- _Activity_:
Taking the line with "np.tile(np.array([n_laps * (1" as the first and the line with "def _run_newton_lanes(self, inputs, T0, rtol, atol_k, record)" as the last, set down exactly every line in that range from the entries below, and no more.

[Data Boundary: Start]

@dataclass(frozen=True, eq=False)
class KernelNetwork:
    """The array form of B configurations of one topology, as the kernel reads it.

    Shared: ``link_a``, ``link_b`` (second ends index [nodes..., boundaries...]), ``kind`` (0
    conduction, 1 radiation, 2 convection), ``conv_slot`` (link -> convection slot), ``conv_drv``
    (slot -> driver, -1 none), ``tables`` (U, n_driver, n_node, n_boundary) [W/K], ``gp`` grid
    axes, ``seg_start`` (n+1) capacity segments of each node. Per configuration: ``par`` (B, L) G
    [W/K], c [W/K^4] or convection multiplier [-]; ``tix`` (B, n_conv) table of each slot;
    ``mass``, ``base`` (B, n); ``seg_lo``, ``seg_hi``, ``seg_slope`` (B, S); ``src`` (B, n, n_signals).
    ``plan`` the stage matrix's sparse elimination order (``thermo.solver.elimination``).
    """

    compiled: CompiledNetwork
    link_a: np.ndarray
    link_b: np.ndarray
    kind: np.ndarray
    conv_slot: np.ndarray
    conv_drv: np.ndarray
    tables: np.ndarray
    gp: np.ndarray
    seg_start: np.ndarray
    par: np.ndarray
    tix: np.ndarray
    mass: np.ndarray
    base: np.ndarray
    seg_lo: np.ndarray
    seg_hi: np.ndarray
    seg_slope: np.ndarray
    src: np.ndarray
    plan: EliminationPlan
    varies_b: np.ndarray = None     # (P,) bool: table p changes along its boundary axis (None: work it out)
    # ``boundary_slices`` already worked out by the caller for a larger batch of the same tables and
    # these inputs (``CornerLanes``: once for all its configurations), six holding this batch's rows
    slices: tuple = None

    @property
    def size(self) -> int:
        """Number of configurations B."""
        return self.par.shape[0]

    @property
    def n_nodes(self) -> int:
        return self.mass.shape[1]

    def arrays(self, inputs: KernelInputs, lanes=None) -> kernel.NetworkArrays:
        """The arrays the kernels read, for a run on ``inputs``; ``lanes`` (a function (B, ...) ->
        (K, ..., W)) lays the per-configuration rows out in blocks for the lane kernel."""
        sliced, slot_sliced, six = self.slices if self.slices is not None else self.boundary_slices(inputs)
        rows = (lambda x: x) if lanes is None else lanes
        return kernel.NetworkArrays(
            link_a=self.link_a, link_b=self.link_b, kind=self.kind, par=rows(self.par), conv_slot=self.conv_slot,
            conv_drv=self.conv_drv, tables=self.tables if lanes is None else self.tables.reshape(-1),
            tix=rows(self.tix), gp=self.gp, sliced=sliced, slot_sliced=slot_sliced, six=rows(six),
            mass=rows(self.mass), base=rows(self.base), seg_start=self.seg_start, seg_lo=rows(self.seg_lo),
            seg_hi=rows(self.seg_hi), seg_slope=rows(self.seg_slope), t_ref=REFERENCE_TEMPERATURE_K,
            src=rows(self.src), order=self.plan.order, ptr=self.plan.ptr, nbr=self.plan.nbr)

    def _result(self, B, n_rec) -> KernelResult:
        n, L = self.n_nodes, self.link_a.size
        return KernelResult(np.empty((B, n_rec, n)), np.empty((B, n_rec, L)), np.empty((B, n)), np.empty((B, n)),
                            np.zeros((B, n), dtype=np.int64), link_energy=np.zeros((B, L)), heat_in=np.zeros(B),
                            status=np.zeros(B, dtype=np.int64), fail_step=np.zeros(B, dtype=np.int64),
                            counts=np.zeros((B, 2), dtype=np.int64))

    def run(self, inputs: KernelInputs, initial_k: np.ndarray, rtol: float, atol_k: float,
            record: np.ndarray, linearised: bool = False, lanes: bool = False) -> KernelResult:
        """Call the kernel: ``initial_k`` (B, n) [K]; ``record`` (N+1,) grid points to keep;
        ``rtol``, ``atol_k`` the Newton tolerances; ``linearised`` the linearised mode
        (``thermo.solver.kernel_linearised``: no iteration, so the tolerances do not apply).
        ``lanes``: full Newton with the configurations side by side in lanes
        (``thermo.solver.kernel_newton_lanes``): each configuration's numbers are
        those of the one-configuration kernel, to the bit, whatever runs beside it."""
        if linearised:
            return self.run_laps(inputs, initial_k, 1, None, record)[0]
        if lanes:
            return self._run_newton_lanes(inputs, np.ascontiguousarray(initial_k, dtype=float), float(rtol),
                                          float(atol_k), np.ascontiguousarray(record, dtype=np.bool_))
        B = self.size
        out = self._result(B, int(np.count_nonzero(record)))
        fn = kernel.advance_parallel if B > 1 else kernel.advance
        fn(np.ascontiguousarray(initial_k, dtype=float), inputs, self.arrays(inputs), float(rtol), float(atol_k),
           kernel.MAX_NEWTON, np.ascontiguousarray(record, dtype=np.bool_), out)
        return out

    def run_laps(self, inputs: KernelInputs, initial_k: np.ndarray, n_laps: int, output_weights,
                 record: np.ndarray | None = None, width: int | None = None, always_lanes: bool = False) -> tuple:
        """The linearised kernel over the grid ``n_laps`` times, carrying the state (one call).

        ``output_weights`` (n_nodes, n_outputs) or None: the outputs whose peak in every lap is
        kept. Returns (KernelResult, lap_peaks (B, n_laps, n_outputs) [K]); ``record`` applies to
        the last lap and ``peak_step`` counts steps over all laps. ``width``: configurations per
        block of the lane kernel (None: ``lane_width(B)``, the blocks spread over the cores; a
        process that is itself one of several workers gives ``min(B, LANES)``, one block).
        ``always_lanes``: the lane kernel even for blocks narrower than ``MIN_LANES``; a
        configuration then gets the same numbers, to the bit, whatever the width and whatever
        else runs beside it (a study's result never depends on how its points were chunked)."""
        B = self.size
        record = np.zeros(inputs.grid.size, dtype=bool) if record is None else record
        record = np.ascontiguousarray(record, dtype=np.bool_)
        w_ptr, w_node, w_val = _sparse_weights(output_weights)
        T0 = np.ascontiguousarray(initial_k, dtype=float)
        width = lane_width(B) if width is None else int(min(width, kernel_lanes.LANES))
        if width >= MIN_LANES or always_lanes:
            return self._run_lanes(inputs, T0, int(n_laps), (w_ptr, w_node, w_val), record, width)
        return self._run_each(inputs, T0, int(n_laps), (w_ptr, w_node, w_val), record)

    def _run_each(self, inputs, T0, n_laps, weights, record) -> tuple:
        """``run_laps`` one configuration at a time (in parallel over the cores for B > 1)."""
        B = self.size
        lap_peaks = np.full((B, n_laps, weights[0].size - 1), np.nan)       # laps never driven stay NaN
        out = self._result(B, int(np.count_nonzero(record)))
        fn = kernel_linearised.advance_linearised_parallel if B > 1 else kernel_linearised.advance_linearised
        fn(T0, inputs, self.arrays(inputs), n_laps, weights, record, out, lap_peaks)
        return out, lap_peaks

    def _run_lanes(self, inputs, T0, n_laps, weights, record, width=None) -> tuple:
        """``run_laps`` in blocks of ``width`` (default ``lane_width(B)``) configurations side by side;
        a flagged lane is rerun alone in the one-configuration kernel (dense fallback, exact status)."""
        B, n, L = self.size, self.n_nodes, self.link_a.size
        Wd = lane_width(B) if width is None else int(width)
        K = -(-B // Wd)
        lanes = lambda x: _to_lanes(x, K, Wd)
        n_rec, n_out, N = int(np.count_nonzero(record)), weights[0].size - 1, inputs.h.size
        lane_out = kernel_lanes.LaneOutputs(
            temps=np.empty((K, n_rec, n, Wd)), flows=np.empty((K, n_rec, L, Wd)), final=np.empty((K, n, Wd)),
            peak=np.empty((K, n, Wd)), peak_step=np.zeros((K, n, Wd), dtype=np.int64),
            lap_peaks=np.empty((K, n_laps, n_out, Wd)), link_energy=np.zeros((K, L, Wd)), heat_in=np.zeros((K, Wd)),
            lane_flag=np.zeros((K, Wd), dtype=np.bool_), counts=np.zeros((K, Wd), dtype=np.int64))
        _call_blocks(kernel_lanes.advance_lanes, K, lanes(T0), inputs, self.arrays(inputs, lanes), n_laps, weights,
                     record, lane_out)
        temps, flows, final, peak, peak_step, lap_peaks, link_energy, heat_in, flag, _ = lane_out
        back = lambda y: _from_lanes(y, B)
        out = KernelResult(back(temps), back(flows), back(final), back(peak), back(peak_step), back(link_energy),
                           back(heat_in), np.zeros(B, dtype=np.int64), np.full(B, n_laps * N, dtype=np.int64),
                           np.tile(np.array([n_laps * (1 + 2 * N), n_laps * N], dtype=np.int64), (B, 1)))
        lap_peaks = back(lap_peaks)
        redo = np.flatnonzero(back(flag))
        if redo.size:        # never back into the lanes: the one-configuration kernel decides
            one, one_peaks = self.subset(redo)._run_each(inputs, np.ascontiguousarray(T0[redo]), n_laps, weights,
                                                         record)
            _take_rows(out, one, redo)
            lap_peaks[redo] = one_peaks
        return out, lap_peaks

    def _run_newton_lanes(self, inputs, T0, rtol, atol_k, record) -> KernelResult:
        """``run`` in full Newton with the configurations side by side in blocks of up to
        ``kernel_lanes.LANES`` (``kernel_newton_lanes``); a flagged lane is rerun alone in
        ``kernel.advance`` (dense fallback, exact status)."""
        B, n, L, N = self.size, self.n_nodes, self.link_a.size, inputs.h.size
        Wd = min(B, kernel_lanes.LANES)
        K = -(-B // Wd)
        lanes = lambda x: _to_lanes(x, K, Wd)
        n_rec = int(np.count_nonzero(record))
        lane_out = kernel_newton_lanes.NewtonLaneOutputs(
            temps=np.empty((K, n_rec, n, Wd)), flows=np.empty((K, n_rec, L, Wd)), final=np.empty((K, n, Wd)),
            peak=np.empty((K, n, Wd)), peak_step=np.zeros((K, n, Wd), dtype=np.int64),
            link_energy=np.zeros((K, L, Wd)), heat_in=np.zeros((K, Wd)), lane_flag=np.zeros((K, Wd), dtype=np.bool_),
            counts=np.zeros((K, 2, Wd), dtype=np.int64))
        _call_blocks(kernel_newton_lanes.advance_newton_lanes, K, lanes(T0), inputs, self.arrays(inputs, lanes), rtol,
                     atol_k, kernel.MAX_NEWTON, record, lane_out)
        temps, flows, final, peak, peak_step, link_energy, heat_in, flag, counts = lane_out
        back = lambda y: _from_lanes(y, B)
        out = KernelResult(back(temps), back(flows), back(final), back(peak), back(peak_step), back(link_energy),
                           back(heat_in), np.zeros(B, dtype=np.int64), np.full(B, N, dtype=np.int64), back(counts))
        redo = np.flatnonzero(back(flag))
        if redo.size:        # the one-configuration kernel decides (dense fallback, exact failure report)
            one = self.subset(redo).run(inputs, np.ascontiguousarray(T0[redo]), rtol, atol_k, record)
            _take_rows(out, one, redo)
        return out

    def boundary_slices(self, inputs: KernelInputs) -> tuple:
        """Convection tables interpolated along the boundary axis for every slot whose boundary
        temperature is constant over the run and on the table (``kernel._flows``,
        ``kernel_lanes._flows_lanes``).

        Returns (sliced (P * n_driver * n_node,), slot_sliced (n_conv,) bool, six (B, n_conv) slice
        of each configuration's slot). The slices depend only on the tables, which table each slot
        reads and the boundaries' constant temperatures, so a run that solves lap after lap on the
        same tables (a pad that wears takes new values, not new tables) makes them once
        (``_SLICES``, emptied by ``forget_slices``)."""
        n = self.n_nodes
        boundary_q = sorted({int(b) - n for b in self.link_b[self.kind == kernel.KIND_CONVECTION] if b >= n})
        constant = []
        for q in boundary_q:
            lo = min(inputs.bk_grid[:, q].min(), inputs.bk_mid[:, q].min())
            hi = max(inputs.bk_grid[:, q].max(), inputs.bk_mid[:, q].max())
            constant.append(float(lo) if lo == hi else None)
        key = (id(self.tables), self.tix.tobytes(), self.tix.shape, tuple(boundary_q), tuple(constant))
        with _SLICES_LOCK:
            kept = _SLICES.get(key)
        if kept is not None and kept[0] is self.tables:
            return kept[1]
        found = self._slices(inputs)
        with _SLICES_LOCK:          # the corners of a run may be solved in threads side by side
            while len(_SLICES) >= _SLICES_KEPT:
                _SLICES.pop(next(iter(_SLICES)))
            _SLICES[key] = (self.tables, found)
        return found

    def _slices(self, inputs: KernelInputs) -> tuple:
        """``boundary_slices`` worked out."""
        n, n_conv = self.n_nodes, self.conv_drv.size
        slot_sliced = np.zeros(n_conv, dtype=np.bool_)
        six = np.zeros((self.size, n_conv), dtype=np.int64)
        slices, index = [], {}
        gp = self.gp
        for l in np.flatnonzero(self.kind == kernel.KIND_CONVECTION):
            s, q = int(self.conv_slot[l]), int(self.link_b[l]) - n
            if q < 0:
                # a node-to-node link: sliced only where no table of the slot varies along the
                # second end's temperature axis (then its value there is irrelevant)
                if any(self._varies_along_boundary(int(t)) for t in np.unique(self.tix[:, s])):
                    continue
                k, fk = 0, 0.0
            else:
                series = np.concatenate([inputs.bk_grid[:, q], inputs.bk_mid[:, q]])
                if np.ptp(series) != 0.0:
                    continue
                k, fk, inside = kernel._axis(float(series[0]), gp[6], 1.0 / gp[7], int(gp[8]))
                if not inside:
                    continue                             # off the table: the kernel flags it as usual
            slot_sliced[s] = True
            used, which = np.unique(self.tix[:, s], return_inverse=True)
            new = [int(t) for t in used if (int(t), q) not in index]
            if new:         # the new tables' slices in one operation (the same arithmetic element by element)
                lo, hi = self.tables[new, :, :, k], self.tables[new, :, :, k + 1]
                slices.append(lo + fk * (hi - lo))
                for table in new:
                    index[(table, q)] = len(index)
            six[:, s] = np.array([index[(int(t), q)] for t in used], dtype=np.int64)[which.reshape(-1)]
        sliced = np.ascontiguousarray(np.concatenate(slices)).reshape(-1) if slices else np.zeros(1)
        return sliced, slot_sliced, six

    def _varies_along_boundary(self, table: int) -> bool:
        """Whether table number ``table`` changes along its boundary-temperature axis."""
        if self.varies_b is not None:
            return bool(self.varies_b[table])
        return bool(np.ptp(self.tables[table], axis=2).max() != 0.0)

    def subset(self, index) -> "KernelNetwork":
        """The configurations ``index`` (array of ints) of this batch."""
        ix = np.asarray(index, dtype=np.int64)
        pick = lambda a: np.ascontiguousarray(a[ix])
        slices = None if self.slices is None else (self.slices[0], self.slices[1], pick(self.slices[2]))
        return replace(self, par=pick(self.par), tix=pick(self.tix), mass=pick(self.mass), base=pick(self.base),
                       seg_lo=pick(self.seg_lo), seg_hi=pick(self.seg_hi), seg_slope=pick(self.seg_slope),
                       src=pick(self.src), slices=slices)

[Data Boundary: End]

- _Solution to this problem_:
                           np.tile(np.array([n_laps * (1 + 2 * N), n_laps * N], dtype=np.int64), (B, 1)))
        lap_peaks = back(lap_peaks)
        redo = np.flatnonzero(back(flag))
        if redo.size:        # never back into the lanes: the one-configuration kernel decides
            one, one_peaks = self.subset(redo)._run_each(inputs, np.ascontiguousarray(T0[redo]), n_laps, weights,
                                                         record)
            _take_rows(out, one, redo)
            lap_peaks[redo] = one_peaks
        return out, lap_peaks

    def _run_newton_lanes(self, inputs, T0, rtol, atol_k, record) -> KernelResult:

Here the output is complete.